Give the number of lines in the records below that contain the word "high". State only that number.

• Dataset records
# # # # # # #

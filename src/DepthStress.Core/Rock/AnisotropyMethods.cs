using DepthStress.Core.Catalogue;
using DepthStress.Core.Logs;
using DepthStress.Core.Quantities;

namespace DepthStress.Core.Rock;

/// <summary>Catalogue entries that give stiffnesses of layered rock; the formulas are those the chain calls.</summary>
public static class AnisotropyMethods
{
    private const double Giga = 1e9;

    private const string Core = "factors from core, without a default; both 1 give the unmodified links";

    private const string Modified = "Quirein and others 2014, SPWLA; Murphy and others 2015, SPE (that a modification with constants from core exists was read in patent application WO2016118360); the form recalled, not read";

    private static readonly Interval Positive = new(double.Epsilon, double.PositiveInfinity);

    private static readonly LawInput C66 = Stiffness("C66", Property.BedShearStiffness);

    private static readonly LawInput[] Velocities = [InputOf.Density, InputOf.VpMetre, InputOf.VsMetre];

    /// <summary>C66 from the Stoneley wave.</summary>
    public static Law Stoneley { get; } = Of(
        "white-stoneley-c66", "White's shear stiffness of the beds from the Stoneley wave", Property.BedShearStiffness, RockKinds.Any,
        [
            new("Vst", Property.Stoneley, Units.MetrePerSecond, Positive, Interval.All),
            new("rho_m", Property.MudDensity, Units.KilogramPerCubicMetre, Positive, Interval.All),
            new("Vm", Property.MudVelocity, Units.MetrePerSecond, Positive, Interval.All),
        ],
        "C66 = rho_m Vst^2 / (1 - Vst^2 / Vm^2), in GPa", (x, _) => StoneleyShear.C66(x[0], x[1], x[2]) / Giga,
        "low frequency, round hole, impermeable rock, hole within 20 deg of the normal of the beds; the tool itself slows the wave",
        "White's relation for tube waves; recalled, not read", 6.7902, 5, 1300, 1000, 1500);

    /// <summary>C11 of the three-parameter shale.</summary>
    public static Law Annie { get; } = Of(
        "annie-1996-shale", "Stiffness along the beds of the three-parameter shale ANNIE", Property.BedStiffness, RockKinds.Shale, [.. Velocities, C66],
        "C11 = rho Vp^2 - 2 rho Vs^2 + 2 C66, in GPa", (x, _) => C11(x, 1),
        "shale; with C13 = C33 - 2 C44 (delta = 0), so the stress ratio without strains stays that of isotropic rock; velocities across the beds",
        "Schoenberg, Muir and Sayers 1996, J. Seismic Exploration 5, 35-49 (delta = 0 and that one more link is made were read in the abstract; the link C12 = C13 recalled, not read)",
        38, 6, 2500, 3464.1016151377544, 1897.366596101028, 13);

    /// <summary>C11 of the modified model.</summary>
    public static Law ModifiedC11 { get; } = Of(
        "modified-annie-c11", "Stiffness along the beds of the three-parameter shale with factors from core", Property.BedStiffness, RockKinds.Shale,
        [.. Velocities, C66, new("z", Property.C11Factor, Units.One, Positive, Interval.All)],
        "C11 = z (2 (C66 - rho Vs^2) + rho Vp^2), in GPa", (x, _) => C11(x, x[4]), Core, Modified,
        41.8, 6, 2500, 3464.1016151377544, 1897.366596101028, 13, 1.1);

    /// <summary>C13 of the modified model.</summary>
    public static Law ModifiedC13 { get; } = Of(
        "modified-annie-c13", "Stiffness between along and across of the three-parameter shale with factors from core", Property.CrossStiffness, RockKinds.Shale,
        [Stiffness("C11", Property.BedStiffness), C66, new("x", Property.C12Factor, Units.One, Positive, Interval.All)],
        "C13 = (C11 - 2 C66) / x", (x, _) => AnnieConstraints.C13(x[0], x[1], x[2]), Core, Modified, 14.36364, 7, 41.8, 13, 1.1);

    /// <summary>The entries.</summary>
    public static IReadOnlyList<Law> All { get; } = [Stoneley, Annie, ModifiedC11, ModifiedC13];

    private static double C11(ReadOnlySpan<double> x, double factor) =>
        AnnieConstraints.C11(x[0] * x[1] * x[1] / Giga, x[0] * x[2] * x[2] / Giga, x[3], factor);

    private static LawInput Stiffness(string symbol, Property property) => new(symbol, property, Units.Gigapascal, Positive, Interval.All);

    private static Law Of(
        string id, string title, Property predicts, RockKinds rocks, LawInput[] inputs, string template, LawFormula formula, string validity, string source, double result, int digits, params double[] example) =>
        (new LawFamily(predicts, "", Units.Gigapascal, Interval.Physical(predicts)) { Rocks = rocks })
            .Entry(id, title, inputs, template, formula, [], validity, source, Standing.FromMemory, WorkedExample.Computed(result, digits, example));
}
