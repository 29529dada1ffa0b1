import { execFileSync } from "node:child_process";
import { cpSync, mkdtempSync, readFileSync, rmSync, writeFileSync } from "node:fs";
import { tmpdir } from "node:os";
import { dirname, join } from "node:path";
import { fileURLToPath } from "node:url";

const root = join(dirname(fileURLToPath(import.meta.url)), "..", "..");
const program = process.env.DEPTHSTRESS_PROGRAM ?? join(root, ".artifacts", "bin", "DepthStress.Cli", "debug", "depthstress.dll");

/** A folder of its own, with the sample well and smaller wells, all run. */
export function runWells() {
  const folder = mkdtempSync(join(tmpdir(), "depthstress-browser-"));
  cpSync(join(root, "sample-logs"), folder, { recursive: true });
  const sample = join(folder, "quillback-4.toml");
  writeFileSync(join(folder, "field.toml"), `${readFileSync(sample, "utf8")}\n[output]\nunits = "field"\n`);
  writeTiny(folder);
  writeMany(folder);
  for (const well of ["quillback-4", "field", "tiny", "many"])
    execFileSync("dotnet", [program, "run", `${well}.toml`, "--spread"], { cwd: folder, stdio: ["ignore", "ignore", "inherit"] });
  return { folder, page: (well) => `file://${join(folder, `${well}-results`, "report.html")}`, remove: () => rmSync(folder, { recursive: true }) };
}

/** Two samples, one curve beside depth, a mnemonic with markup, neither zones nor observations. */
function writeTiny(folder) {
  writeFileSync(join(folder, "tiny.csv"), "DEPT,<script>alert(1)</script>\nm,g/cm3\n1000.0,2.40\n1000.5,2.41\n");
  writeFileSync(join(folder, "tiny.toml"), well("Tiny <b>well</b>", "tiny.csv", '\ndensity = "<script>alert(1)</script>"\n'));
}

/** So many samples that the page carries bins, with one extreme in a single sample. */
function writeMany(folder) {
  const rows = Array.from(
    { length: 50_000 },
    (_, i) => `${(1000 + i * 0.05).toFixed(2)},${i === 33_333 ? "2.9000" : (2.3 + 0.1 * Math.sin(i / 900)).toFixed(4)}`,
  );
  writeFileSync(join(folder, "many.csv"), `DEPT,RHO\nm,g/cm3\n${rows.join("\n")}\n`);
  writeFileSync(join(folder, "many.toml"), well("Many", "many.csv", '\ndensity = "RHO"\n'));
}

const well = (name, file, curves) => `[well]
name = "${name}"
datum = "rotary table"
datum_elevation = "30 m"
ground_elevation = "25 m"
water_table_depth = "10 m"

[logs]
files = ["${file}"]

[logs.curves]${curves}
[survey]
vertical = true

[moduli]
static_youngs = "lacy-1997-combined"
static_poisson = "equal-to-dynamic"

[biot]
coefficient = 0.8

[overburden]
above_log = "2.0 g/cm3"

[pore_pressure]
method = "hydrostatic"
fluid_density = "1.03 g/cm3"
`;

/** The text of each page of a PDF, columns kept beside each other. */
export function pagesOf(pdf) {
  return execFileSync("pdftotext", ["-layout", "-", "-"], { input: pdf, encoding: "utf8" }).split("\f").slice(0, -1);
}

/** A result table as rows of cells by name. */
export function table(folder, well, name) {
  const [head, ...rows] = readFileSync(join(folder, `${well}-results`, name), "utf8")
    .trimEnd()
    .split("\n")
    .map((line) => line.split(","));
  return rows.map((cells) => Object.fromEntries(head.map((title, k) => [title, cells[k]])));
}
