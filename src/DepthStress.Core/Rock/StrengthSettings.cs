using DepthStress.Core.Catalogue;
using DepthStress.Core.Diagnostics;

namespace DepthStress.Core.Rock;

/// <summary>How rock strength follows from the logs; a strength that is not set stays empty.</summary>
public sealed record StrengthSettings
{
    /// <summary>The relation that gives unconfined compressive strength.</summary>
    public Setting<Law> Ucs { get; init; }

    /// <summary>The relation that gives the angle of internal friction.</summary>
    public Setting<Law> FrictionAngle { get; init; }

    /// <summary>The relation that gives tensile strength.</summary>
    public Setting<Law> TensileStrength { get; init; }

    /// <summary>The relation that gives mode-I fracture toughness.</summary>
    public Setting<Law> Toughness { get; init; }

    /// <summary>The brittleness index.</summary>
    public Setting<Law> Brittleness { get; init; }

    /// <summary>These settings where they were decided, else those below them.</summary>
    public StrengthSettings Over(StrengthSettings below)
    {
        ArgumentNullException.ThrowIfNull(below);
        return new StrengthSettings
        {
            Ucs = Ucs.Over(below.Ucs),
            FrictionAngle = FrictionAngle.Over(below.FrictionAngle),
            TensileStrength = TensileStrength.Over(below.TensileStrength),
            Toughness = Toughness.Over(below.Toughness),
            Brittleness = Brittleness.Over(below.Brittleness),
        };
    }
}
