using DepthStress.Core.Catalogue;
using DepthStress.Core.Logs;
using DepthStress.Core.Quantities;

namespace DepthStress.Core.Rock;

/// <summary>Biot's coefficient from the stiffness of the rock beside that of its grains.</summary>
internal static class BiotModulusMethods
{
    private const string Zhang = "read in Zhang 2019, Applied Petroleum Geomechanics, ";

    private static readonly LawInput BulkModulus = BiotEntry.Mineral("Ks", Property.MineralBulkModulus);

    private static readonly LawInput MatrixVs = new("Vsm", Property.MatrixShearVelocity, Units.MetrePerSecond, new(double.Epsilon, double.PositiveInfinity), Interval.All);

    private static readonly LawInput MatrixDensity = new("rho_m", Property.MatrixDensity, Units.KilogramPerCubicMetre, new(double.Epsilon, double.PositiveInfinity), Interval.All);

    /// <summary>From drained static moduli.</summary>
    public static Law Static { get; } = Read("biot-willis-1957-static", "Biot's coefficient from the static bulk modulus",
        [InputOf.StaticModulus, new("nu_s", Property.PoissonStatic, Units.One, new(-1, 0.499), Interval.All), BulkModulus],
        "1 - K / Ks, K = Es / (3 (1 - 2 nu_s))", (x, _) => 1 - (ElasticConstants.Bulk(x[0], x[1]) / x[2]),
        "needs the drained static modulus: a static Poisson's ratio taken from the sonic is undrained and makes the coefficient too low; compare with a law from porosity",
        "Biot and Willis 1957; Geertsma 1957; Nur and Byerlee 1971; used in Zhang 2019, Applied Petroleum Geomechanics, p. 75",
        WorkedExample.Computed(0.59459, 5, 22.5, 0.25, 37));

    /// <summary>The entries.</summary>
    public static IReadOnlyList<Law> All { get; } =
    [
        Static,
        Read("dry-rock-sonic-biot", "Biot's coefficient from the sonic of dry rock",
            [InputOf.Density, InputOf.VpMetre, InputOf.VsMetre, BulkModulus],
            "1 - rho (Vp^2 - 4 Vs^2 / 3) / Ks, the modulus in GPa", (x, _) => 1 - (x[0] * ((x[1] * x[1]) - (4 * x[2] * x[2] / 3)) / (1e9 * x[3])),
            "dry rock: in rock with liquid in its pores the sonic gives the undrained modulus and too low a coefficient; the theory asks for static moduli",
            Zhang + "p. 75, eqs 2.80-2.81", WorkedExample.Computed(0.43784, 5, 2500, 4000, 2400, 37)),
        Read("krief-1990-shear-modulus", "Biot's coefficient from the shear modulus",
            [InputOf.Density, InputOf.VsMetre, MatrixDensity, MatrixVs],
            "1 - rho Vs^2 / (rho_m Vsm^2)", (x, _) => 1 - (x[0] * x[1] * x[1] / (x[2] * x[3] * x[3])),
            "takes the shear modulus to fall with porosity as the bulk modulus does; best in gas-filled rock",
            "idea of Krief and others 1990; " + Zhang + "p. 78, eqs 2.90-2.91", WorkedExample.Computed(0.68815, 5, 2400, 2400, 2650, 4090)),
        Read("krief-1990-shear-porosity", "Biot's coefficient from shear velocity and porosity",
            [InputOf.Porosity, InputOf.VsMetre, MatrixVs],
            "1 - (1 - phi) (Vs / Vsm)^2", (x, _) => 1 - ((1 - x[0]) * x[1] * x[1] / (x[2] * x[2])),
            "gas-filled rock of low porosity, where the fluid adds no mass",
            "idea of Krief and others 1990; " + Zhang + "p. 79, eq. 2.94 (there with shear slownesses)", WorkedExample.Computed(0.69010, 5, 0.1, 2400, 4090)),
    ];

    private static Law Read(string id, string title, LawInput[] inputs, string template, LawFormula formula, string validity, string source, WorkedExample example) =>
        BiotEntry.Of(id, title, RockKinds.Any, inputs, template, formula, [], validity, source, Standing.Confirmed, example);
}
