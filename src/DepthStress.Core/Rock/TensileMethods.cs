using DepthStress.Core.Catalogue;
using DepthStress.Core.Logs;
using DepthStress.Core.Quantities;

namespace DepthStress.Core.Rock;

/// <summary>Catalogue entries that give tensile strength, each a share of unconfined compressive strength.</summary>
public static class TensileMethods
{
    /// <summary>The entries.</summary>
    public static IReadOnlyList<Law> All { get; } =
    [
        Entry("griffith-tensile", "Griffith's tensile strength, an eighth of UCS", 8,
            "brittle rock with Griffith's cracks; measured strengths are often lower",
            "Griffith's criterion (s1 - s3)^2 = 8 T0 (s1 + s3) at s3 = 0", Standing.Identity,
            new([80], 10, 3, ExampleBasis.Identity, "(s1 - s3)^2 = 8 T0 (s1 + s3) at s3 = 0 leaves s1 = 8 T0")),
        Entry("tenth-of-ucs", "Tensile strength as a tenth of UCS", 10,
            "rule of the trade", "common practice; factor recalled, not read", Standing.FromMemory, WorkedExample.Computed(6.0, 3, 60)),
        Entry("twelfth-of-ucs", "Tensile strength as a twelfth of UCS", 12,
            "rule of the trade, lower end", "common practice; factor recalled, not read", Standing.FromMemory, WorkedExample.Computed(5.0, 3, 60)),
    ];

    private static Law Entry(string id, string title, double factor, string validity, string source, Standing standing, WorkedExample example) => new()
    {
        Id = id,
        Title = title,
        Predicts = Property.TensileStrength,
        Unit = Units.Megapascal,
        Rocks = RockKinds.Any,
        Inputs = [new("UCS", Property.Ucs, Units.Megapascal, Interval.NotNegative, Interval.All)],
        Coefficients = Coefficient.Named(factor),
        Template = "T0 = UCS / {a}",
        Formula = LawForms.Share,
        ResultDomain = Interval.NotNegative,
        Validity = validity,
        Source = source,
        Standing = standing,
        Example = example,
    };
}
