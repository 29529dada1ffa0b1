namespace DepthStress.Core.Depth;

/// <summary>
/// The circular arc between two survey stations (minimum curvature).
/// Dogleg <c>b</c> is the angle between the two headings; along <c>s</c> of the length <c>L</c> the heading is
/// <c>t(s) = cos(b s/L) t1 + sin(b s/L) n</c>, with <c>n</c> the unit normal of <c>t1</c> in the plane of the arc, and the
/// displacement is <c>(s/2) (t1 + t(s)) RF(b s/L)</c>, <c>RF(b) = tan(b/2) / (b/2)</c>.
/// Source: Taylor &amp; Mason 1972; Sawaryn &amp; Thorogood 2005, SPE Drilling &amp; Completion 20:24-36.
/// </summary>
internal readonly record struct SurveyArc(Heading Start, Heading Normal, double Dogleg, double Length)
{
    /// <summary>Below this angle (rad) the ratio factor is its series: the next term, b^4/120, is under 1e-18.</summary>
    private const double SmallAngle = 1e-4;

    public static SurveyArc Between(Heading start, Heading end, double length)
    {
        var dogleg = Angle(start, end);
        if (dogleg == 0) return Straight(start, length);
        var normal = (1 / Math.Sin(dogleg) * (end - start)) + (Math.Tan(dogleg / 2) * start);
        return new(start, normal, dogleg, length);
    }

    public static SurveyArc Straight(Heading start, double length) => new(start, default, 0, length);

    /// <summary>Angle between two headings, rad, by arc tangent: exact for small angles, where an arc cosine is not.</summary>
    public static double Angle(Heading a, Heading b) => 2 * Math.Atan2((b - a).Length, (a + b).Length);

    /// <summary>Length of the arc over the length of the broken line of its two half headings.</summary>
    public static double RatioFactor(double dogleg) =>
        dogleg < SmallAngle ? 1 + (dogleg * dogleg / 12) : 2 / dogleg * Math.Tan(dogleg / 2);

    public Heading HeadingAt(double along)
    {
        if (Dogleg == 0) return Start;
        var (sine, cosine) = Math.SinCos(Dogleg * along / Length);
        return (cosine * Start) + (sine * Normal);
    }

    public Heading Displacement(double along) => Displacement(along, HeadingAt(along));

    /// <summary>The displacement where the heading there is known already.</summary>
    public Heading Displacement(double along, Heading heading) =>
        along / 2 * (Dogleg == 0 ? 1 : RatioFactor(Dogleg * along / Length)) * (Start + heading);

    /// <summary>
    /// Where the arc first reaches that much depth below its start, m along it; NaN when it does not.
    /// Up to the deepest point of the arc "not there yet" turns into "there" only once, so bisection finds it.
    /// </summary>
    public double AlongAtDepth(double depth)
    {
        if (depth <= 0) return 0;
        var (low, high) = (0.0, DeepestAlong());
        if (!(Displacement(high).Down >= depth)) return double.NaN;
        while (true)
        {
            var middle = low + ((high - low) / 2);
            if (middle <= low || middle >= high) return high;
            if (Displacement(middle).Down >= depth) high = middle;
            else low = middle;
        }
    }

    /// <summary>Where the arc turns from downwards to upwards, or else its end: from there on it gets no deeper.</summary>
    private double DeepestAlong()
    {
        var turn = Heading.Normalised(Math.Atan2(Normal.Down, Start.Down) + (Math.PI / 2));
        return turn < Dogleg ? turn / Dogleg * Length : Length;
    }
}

# # # # # # #

• Finished exercise
5